### [WORK TO BE COMPLETED]
The answer is a number and only a number: how many lines of the data include the string "auxiliary"?

### [RECORDS FOR THIS TASK]
»»

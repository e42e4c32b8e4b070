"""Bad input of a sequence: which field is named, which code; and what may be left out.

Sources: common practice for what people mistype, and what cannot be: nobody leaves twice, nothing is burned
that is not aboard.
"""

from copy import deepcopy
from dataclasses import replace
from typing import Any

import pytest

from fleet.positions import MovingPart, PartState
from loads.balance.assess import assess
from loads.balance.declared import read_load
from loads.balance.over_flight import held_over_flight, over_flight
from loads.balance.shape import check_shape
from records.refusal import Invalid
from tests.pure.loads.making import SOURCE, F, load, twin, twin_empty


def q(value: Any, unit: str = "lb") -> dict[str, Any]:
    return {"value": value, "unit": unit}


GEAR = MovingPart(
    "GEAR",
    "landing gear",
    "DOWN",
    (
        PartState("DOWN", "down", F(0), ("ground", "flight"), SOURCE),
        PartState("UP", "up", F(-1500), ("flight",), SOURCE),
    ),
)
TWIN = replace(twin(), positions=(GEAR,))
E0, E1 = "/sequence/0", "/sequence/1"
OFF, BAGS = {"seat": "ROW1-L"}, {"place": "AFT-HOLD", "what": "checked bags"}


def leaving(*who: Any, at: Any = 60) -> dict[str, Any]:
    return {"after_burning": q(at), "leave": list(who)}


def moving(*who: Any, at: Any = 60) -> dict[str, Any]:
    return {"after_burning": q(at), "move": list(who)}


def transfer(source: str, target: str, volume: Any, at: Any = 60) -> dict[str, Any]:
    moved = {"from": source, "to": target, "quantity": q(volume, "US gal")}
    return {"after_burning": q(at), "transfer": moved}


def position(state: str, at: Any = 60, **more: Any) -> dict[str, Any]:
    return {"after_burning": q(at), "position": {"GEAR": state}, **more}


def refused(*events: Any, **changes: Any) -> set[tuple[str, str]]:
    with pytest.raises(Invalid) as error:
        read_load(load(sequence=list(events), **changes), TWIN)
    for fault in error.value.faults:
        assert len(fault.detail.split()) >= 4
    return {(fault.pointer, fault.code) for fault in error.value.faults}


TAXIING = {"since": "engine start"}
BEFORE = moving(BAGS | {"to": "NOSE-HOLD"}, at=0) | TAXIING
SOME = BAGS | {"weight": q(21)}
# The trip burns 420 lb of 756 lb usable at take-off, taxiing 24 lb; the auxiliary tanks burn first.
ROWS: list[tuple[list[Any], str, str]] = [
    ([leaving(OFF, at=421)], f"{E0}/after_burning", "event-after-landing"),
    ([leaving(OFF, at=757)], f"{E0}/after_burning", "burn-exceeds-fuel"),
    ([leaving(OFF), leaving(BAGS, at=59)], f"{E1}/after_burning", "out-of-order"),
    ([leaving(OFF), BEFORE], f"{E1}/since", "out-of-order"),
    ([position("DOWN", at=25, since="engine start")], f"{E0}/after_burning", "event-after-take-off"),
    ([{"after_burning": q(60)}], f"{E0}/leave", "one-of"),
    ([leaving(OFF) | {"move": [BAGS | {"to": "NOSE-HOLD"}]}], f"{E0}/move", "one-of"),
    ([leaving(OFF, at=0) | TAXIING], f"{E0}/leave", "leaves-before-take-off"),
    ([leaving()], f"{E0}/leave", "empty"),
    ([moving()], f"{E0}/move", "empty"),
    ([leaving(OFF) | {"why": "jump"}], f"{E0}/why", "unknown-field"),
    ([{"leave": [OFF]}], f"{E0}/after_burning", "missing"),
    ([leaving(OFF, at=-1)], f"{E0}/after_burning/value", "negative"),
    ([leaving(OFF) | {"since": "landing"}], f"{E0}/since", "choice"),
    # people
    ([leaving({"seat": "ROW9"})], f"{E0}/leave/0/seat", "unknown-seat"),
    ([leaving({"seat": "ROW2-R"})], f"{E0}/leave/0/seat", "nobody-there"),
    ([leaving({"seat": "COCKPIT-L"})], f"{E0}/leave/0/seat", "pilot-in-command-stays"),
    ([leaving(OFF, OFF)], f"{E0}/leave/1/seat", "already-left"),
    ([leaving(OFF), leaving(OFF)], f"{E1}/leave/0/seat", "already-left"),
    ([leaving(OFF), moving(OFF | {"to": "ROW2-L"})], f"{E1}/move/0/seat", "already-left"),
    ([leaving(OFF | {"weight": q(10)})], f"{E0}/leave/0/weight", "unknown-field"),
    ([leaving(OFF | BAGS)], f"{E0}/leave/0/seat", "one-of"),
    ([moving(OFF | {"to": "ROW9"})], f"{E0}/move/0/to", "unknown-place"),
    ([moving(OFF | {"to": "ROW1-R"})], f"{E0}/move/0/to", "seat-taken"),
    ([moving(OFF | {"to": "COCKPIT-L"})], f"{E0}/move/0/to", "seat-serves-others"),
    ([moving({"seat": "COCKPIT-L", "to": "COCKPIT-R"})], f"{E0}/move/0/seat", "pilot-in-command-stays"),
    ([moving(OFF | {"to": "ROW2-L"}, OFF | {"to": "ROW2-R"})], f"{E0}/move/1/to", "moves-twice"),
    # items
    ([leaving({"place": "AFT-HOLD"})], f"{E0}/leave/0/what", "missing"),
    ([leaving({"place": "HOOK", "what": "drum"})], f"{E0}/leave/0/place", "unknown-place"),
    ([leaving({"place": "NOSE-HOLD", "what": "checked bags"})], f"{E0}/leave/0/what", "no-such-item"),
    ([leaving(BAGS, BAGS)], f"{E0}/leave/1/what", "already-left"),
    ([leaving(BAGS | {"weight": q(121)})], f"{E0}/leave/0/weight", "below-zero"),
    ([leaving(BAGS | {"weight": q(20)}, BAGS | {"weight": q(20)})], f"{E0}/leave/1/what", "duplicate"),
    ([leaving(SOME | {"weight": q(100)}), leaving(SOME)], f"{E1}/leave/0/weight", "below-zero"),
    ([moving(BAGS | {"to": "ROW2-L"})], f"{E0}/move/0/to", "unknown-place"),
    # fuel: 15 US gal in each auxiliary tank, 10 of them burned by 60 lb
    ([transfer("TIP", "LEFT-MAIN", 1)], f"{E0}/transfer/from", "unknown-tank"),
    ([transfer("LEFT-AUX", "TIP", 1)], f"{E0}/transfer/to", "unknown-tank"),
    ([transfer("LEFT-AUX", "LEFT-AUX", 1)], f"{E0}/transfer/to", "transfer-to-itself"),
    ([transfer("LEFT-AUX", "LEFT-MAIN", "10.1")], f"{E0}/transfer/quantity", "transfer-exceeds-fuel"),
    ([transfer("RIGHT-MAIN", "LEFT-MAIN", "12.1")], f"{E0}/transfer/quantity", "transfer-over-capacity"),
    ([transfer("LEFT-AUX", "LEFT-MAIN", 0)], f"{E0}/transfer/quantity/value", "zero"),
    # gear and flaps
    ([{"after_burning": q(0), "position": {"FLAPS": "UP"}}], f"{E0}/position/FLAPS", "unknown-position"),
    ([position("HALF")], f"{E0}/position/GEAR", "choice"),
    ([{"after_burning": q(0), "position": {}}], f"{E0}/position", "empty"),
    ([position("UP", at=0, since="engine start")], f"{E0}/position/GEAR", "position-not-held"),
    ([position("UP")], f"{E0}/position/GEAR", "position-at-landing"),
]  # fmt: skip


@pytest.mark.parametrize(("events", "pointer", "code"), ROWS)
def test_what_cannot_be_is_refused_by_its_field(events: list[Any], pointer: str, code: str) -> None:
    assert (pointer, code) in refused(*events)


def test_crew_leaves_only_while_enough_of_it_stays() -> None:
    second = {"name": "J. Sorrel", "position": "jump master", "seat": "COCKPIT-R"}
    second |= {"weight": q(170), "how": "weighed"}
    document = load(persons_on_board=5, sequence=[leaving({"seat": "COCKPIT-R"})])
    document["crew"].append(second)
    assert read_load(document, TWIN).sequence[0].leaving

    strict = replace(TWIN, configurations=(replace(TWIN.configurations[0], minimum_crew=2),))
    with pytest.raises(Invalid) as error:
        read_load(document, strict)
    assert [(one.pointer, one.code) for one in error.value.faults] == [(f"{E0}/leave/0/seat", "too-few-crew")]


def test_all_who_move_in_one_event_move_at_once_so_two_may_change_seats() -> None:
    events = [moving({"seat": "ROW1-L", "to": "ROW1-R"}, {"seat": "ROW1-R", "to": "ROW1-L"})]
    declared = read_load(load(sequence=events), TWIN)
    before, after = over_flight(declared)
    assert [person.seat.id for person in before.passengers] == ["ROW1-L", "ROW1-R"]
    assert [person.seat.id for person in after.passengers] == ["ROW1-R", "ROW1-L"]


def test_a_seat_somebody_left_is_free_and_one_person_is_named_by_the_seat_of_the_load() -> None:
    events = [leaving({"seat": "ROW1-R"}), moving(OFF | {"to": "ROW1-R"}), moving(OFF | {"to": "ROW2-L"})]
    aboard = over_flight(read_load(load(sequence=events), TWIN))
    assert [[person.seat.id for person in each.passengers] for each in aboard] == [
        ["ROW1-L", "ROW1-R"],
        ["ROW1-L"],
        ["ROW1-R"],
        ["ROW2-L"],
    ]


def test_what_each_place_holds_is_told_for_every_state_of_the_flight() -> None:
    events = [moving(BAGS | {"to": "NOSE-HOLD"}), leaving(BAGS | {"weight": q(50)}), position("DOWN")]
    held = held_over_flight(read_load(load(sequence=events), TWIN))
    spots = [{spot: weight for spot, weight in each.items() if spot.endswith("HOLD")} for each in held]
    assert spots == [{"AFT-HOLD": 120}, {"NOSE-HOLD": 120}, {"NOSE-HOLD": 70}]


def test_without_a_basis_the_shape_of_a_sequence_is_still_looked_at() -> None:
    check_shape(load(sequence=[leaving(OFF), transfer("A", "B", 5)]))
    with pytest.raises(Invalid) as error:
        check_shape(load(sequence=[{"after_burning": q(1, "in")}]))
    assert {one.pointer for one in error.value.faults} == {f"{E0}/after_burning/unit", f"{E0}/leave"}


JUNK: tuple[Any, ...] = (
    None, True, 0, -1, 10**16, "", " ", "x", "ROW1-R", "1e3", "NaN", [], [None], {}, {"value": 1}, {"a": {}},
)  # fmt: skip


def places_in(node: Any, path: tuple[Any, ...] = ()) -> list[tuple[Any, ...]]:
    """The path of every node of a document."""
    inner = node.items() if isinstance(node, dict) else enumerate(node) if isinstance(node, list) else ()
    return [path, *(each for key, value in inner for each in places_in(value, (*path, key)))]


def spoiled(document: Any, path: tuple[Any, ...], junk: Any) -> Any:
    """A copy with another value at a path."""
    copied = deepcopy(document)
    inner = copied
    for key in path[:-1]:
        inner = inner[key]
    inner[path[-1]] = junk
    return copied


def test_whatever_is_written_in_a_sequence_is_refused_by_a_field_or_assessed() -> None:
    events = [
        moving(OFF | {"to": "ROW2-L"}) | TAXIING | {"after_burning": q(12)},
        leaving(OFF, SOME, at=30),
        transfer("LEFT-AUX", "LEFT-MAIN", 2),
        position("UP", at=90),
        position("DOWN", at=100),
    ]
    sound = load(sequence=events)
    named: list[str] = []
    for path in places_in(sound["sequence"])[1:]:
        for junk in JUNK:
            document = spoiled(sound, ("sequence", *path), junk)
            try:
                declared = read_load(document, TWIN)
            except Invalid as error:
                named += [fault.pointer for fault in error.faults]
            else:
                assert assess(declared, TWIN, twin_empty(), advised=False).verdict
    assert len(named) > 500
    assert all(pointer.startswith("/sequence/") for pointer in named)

««

### [ANSWER SPACE]
2